_Work instructions_
Repeat the lines below exactly as written, please, from the line with "write under the" to the line with "def __init__(self, problems: list[str]", both lines included, and no others.

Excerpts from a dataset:
"""Tests kept on record despite a failed check, in a log beside the data.

A test that fails a validity check is not judged against the criterion: it neither meets
nor fails it, and it is left out of the acceptable zone and the series' fits. Where the
engineer judges the failure immaterial (a drift well inside the scatter of the series, a
check the project does not require), the test may be kept on record, and is then judged
like a valid one. That decision is recorded as one: a row of the series' kept-tests log,
``kept_tests.csv`` in the series folder or ``<stem>.kept_tests.csv`` beside an ``.xlsx``
workbook, with the specimen, the test method, who, when and why. A keep is withdrawn by a
later row that names it in ``withdraws``. Rows are only ever appended, one whole row per
write under the folder lock, so every decision and its reason stays on record; the memo
pack lists them. The data files are never touched.
"""

from __future__ import annotations

import csv
import hashlib
import io
import re
from dataclasses import dataclass
from datetime import datetime
from pathlib import Path

from kitchen.io import Series, append_line, folder_lock

from .log import checked_when, free_text, when_text
from .recording import fresh_id

__all__ = [
    "KEPT_LOG_COLUMNS",
    "KEPT_METHODS",
    "KeptTest",
    "KeptTestError",
    "kept_tests_path",
    "read_kept_tests",
    "kept_log_sha256",
    "standing_kept",
    "keep_test",
    "withdraw_kept_test",
]

KEPT_LOG_COLUMNS = ("id", "when", "who", "specimen", "method", "withdraws", "reason")
"""Columns of the kept-tests log, in order."""

KEPT_METHODS = ("constant_head", "falling_head")
"""The test methods a row may name, as in the results table's ``method`` column."""

_ID = re.compile(r"^[0-9a-f]{8}$")
_HEADER = (",".join(KEPT_LOG_COLUMNS) + "\n").encode("utf-8")

REASON_NEEDED = (
    "keeping a test that failed a check needs a reason: say why the failure does not "
    "matter for this test (for example 'drift within the scatter of the series'); nothing "
    "was written"
)


class KeptTestError(ValueError):
    """A test that cannot be kept (or released), or a kept-tests log that cannot be read."""

    def __init__(self, problems: list[str] | str):
        self.problems = [problems] if isinstance(problems, str) else list(problems)
        if len(self.problems) == 1:
            super().__init__(self.problems[0])
        else:
            lines = [f"{len(self.problems)} problem(s) with the tests kept on record:"]
            super().__init__("\n".join(lines + [f"  - {p}" for p in self.problems]))


@dataclass(frozen=True)
class KeptTest:
    """One row of the kept-tests log: a test kept on record, or the withdrawal of a keep."""

    id: str
    when: str
    who: str
    specimen: str
    method: str
    withdraws: str
    """The id of the keep this row withdraws; "" for a keep."""
    reason: str
    log_row: int | None = None
    """The row of the log this was read from (the header is row 1)."""

    @property
    def withdrawal(self) -> bool:
        """True when this row withdraws an earlier keep."""
        return bool(self.withdraws)

    @property
    def record(self) -> str:
        """The keep in words, as the series analysis notes it: id, who, when, why."""
        who = f"{self.who}, " if self.who else ""
        return f"kept {self.id}, {who}{self.when}: {self.reason}"

    def describe(self) -> str:
        """The row in words."""
        test = f"{self.specimen} {self.method.replace('_', ' ')} test"
        if self.withdrawal:
            return f"{test}: keep {self.withdraws} withdrawn, the test is judged by its checks"
        return f"{test}: kept on record despite a failed check"


def kept_tests_path(series_path: str | Path) -> Path:
    """Where a series' kept-tests log lives: ``kept_tests.csv`` in a series folder,
    ``<stem>.kept_tests.csv`` beside an ``.xlsx`` workbook."""
    path = Path(series_path)
    if path.suffix.lower() == ".xlsx":
        return path.with_name(f"{path.stem}.kept_tests.csv")
    return path / "kept_tests.csv"


def _parse(data: bytes, label: str) -> tuple[KeptTest, ...]:
    try:
        records = list(csv.reader(io.StringIO(data.decode("utf-8-sig"), newline="")))
    except (UnicodeDecodeError, csv.Error) as error:
        raise KeptTestError(f"{label}: cannot be read as UTF-8 CSV ({error})") from None
    if not records or [c.strip() for c in records[0]] != list(KEPT_LOG_COLUMNS):
        found = ", ".join(records[0]) if records else "nothing"
        raise KeptTestError(
            f"{label}, row 1: expected the columns {', '.join(KEPT_LOG_COLUMNS)}; found {found}"
        )
    problems: list[str] = []
    rows: list[KeptTest] = []
    by_id: dict[str, KeptTest] = {}
    withdrawn_by: dict[str, str] = {}
    for number, record in enumerate(records[1:], start=2):
        if not any(cell.strip() for cell in record):
            continue
        if len(record) != len(KEPT_LOG_COLUMNS):
            problems.append(
                f"{label}, row {number}: expected {len(KEPT_LOG_COLUMNS)} fields, found "
                f"{len(record)} (a write cut short, or an edit by hand?)"
            )
            continue
        row = dict(zip(KEPT_LOG_COLUMNS, (c.strip() for c in record), strict=True))
        found = _check_row(row, number, by_id, withdrawn_by)
        if isinstance(found, tuple):
            column, message = found
            problems.append(f"{label}, row {number}, column '{column}': {message}")
            continue
        rows.append(found)
        by_id[found.id] = found
        if found.withdrawal:
            withdrawn_by[found.withdraws] = found.id
    if problems:
        raise KeptTestError(problems)
    return tuple(rows)


def _check_row(row: dict, number: int, by_id: dict, withdrawn_by: dict):
    """The row as a KeptTest, or (column, problem)."""
    if not _ID.match(row["id"]):
        return "id", f"expected 8 hexadecimal digits, found {row['id']!r}"
    if row["id"] in by_id:
        return "id", f"id {row['id']} is used twice (first at row {by_id[row['id']].log_row})"
    try:
        checked_when(row["when"])
    except ValueError as error:
        return "when", str(error)
    if not row["specimen"]:
        return "specimen", "empty; expected the specimen id"
    if row["method"] not in KEPT_METHODS:
        return "method", f"expected one of {', '.join(KEPT_METHODS)}, found {row['method']!r}"
    if not row["reason"]:
        return "reason", "every row needs a reason"
    if row["withdraws"]:
        target = by_id.get(row["withdraws"])
        if target is None:
            return "withdraws", f"no earlier keep {row['withdraws']!r} to withdraw"
        if target.withdrawal:
            return "withdraws", f"{target.id} is itself a withdrawal"
        if target.id in withdrawn_by:
            return "withdraws", f"{target.id} was already withdrawn by {withdrawn_by[target.id]}"
        if (target.specimen, target.method) != (row["specimen"], row["method"]):
            return (
                "specimen",
                f"{target.id} kept {target.specimen} {target.method}, not "
                f"{row['specimen']} {row['method']}",
            )
    return KeptTest(**row, log_row=number)


def read_kept_tests(series_path: str | Path) -> tuple[KeptTest, ...]:
    """Every row of a series' kept-tests log, in order (empty when there is none).

    Raises
    ------
    KeptTestError
        Naming the log's row and column of each row that cannot be read.
    """
    log = kept_tests_path(series_path)
    try:
        data = log.read_bytes()
    except FileNotFoundError:
        return ()
    return _parse(data, log.name)


def kept_log_sha256(series_path: str | Path) -> str | None:
    """SHA-256 of the kept-tests log as it is on disk; None when there is none."""
    try:
        return hashlib.sha256(kept_tests_path(series_path).read_bytes()).hexdigest()
    except FileNotFoundError:
        return None


def standing_kept(rows) -> dict[tuple[str, str], KeptTest]:
    """The keeps in force, ``{(specimen, method): KeptTest}``: those no later row withdraws
    (the last, where a hand-edited log keeps one test twice)."""
    withdrawn = {row.withdraws for row in rows if row.withdrawal}
    return {
        (row.specimen, row.method): row
        for row in rows
        if not row.withdrawal and row.id not in withdrawn
    }


def _append(series_path, row_of) -> KeptTest:
    log = kept_tests_path(series_path)
    with folder_lock(log.parent):
        existing = read_kept_tests(series_path)
        row = row_of(existing)
        buffer = io.StringIO()
        values = [getattr(row, name) for name in KEPT_LOG_COLUMNS]
        csv.writer(buffer, lineterminator="\n").writerow(values)
        append_line(log, buffer.getvalue().encode("utf-8"), header=_HEADER)
    return row


def keep_test(
    series_path: str | Path,
    specimen: str,
    method: str,
    *,
    reason: str,
    who: str = "",
    when: str | datetime | None = None,
    series: Series,
) -> KeptTest:
    """Keep a test on record despite a failed check; the data files are not touched.

    Parameters
    ----------
    series_path : str or pathlib.Path
        Series folder or ``.xlsx`` workbook; the log is appended beside it.
    specimen : str
        Specimen id.
    method : {"constant_head", "falling_head"}
        The test kept, as in the results table.
    reason : str
        Why the failed check does not matter for this test. Required.
    who : str, optional
        Who keeps it (free text).
    when : str or datetime, optional
        ISO 8601 with a time zone; default now, in the local time zone.
    series : Series
        The series as opened (``kitchen.workspace.Workspace(series_path).series``): the
        specimen's test is looked for in it before anything is written.

    Returns
    -------
    KeptTest
        The row appended.

    Raises
    ------
    KeptTestError
        A missing reason, an unknown method, a specimen without that test, a test already
        kept, or a log that cannot be read. Nothing is written.
    """
    reason = free_text(reason, "reason", REASON_NEEDED, KeptTestError)
    who = free_text(who, "who", None, KeptTestError)
    when = when_text(when)
    specimen = " ".join(str(specimen).split())
    if method not in KEPT_METHODS:
        raise KeptTestError(
            f"method {method!r}: expected one of {', '.join(KEPT_METHODS)}; nothing was written"
        )
    table = getattr(series, method)
    if table.empty or not (table["specimen"] == specimen).any():
        raise KeptTestError(
            f"specimen {specimen!r} has no {method.replace('_', ' ')} test in {series.name}; "
            "nothing was written"
        )

    def row_of(existing) -> KeptTest:
        held = standing_kept(existing).get((specimen, method))
        if held is not None:
            raise KeptTestError(
                f"{specimen} {method.replace('_', ' ')} test is already kept on record "
                f"({held.id}, row {held.log_row}); nothing was written"
            )
        return KeptTest(fresh_id(existing), when, who, specimen, method, "", reason)

    return _append(series_path, row_of)


def withdraw_kept_test(
    series_path: str | Path,
    kept_id: str,
    *,
    reason: str,
    who: str = "",
    when: str | datetime | None = None,
) -> KeptTest:
    """Withdraw a keep by a new row of the log: the test is judged by its checks again."""
    reason = free_text(reason, "reason", REASON_NEEDED, KeptTestError)
    who = free_text(who, "who", None, KeptTestError)
    when = when_text(when)
    wanted = str(kept_id).strip().lower()

    def row_of(existing) -> KeptTest:
        standing = {row.id: row for row in standing_kept(existing).values()}
        target = standing.get(wanted)
        if target is None:
            raise KeptTestError(
                f"no keep {kept_id!r} in force in {kept_tests_path(series_path).name}; "
                "nothing was written"
            )
        return KeptTest(
            fresh_id(existing), when, who, target.specimen, target.method, target.id, reason
        )

    return _append(series_path, row_of)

_Answer box_
write under the folder lock, so every decision and its reason stays on record; the memo
pack lists them. The data files are never touched.
"""

from __future__ import annotations

import csv
import hashlib
import io
import re
from dataclasses import dataclass
from datetime import datetime
from pathlib import Path

from kitchen.io import Series, append_line, folder_lock

from .log import checked_when, free_text, when_text
from .recording import fresh_id

__all__ = [
    "KEPT_LOG_COLUMNS",
    "KEPT_METHODS",
    "KeptTest",
    "KeptTestError",
    "kept_tests_path",
    "read_kept_tests",
    "kept_log_sha256",
    "standing_kept",
    "keep_test",
    "withdraw_kept_test",
]

KEPT_LOG_COLUMNS = ("id", "when", "who", "specimen", "method", "withdraws", "reason")
"""Columns of the kept-tests log, in order."""

KEPT_METHODS = ("constant_head", "falling_head")
"""The test methods a row may name, as in the results table's ``method`` column."""

_ID = re.compile(r"^[0-9a-f]{8}$")
_HEADER = (",".join(KEPT_LOG_COLUMNS) + "\n").encode("utf-8")

REASON_NEEDED = (
    "keeping a test that failed a check needs a reason: say why the failure does not "
    "matter for this test (for example 'drift within the scatter of the series'); nothing "
    "was written"
)


class KeptTestError(ValueError):
    """A test that cannot be kept (or released), or a kept-tests log that cannot be read."""

    def __init__(self, problems: list[str] | str):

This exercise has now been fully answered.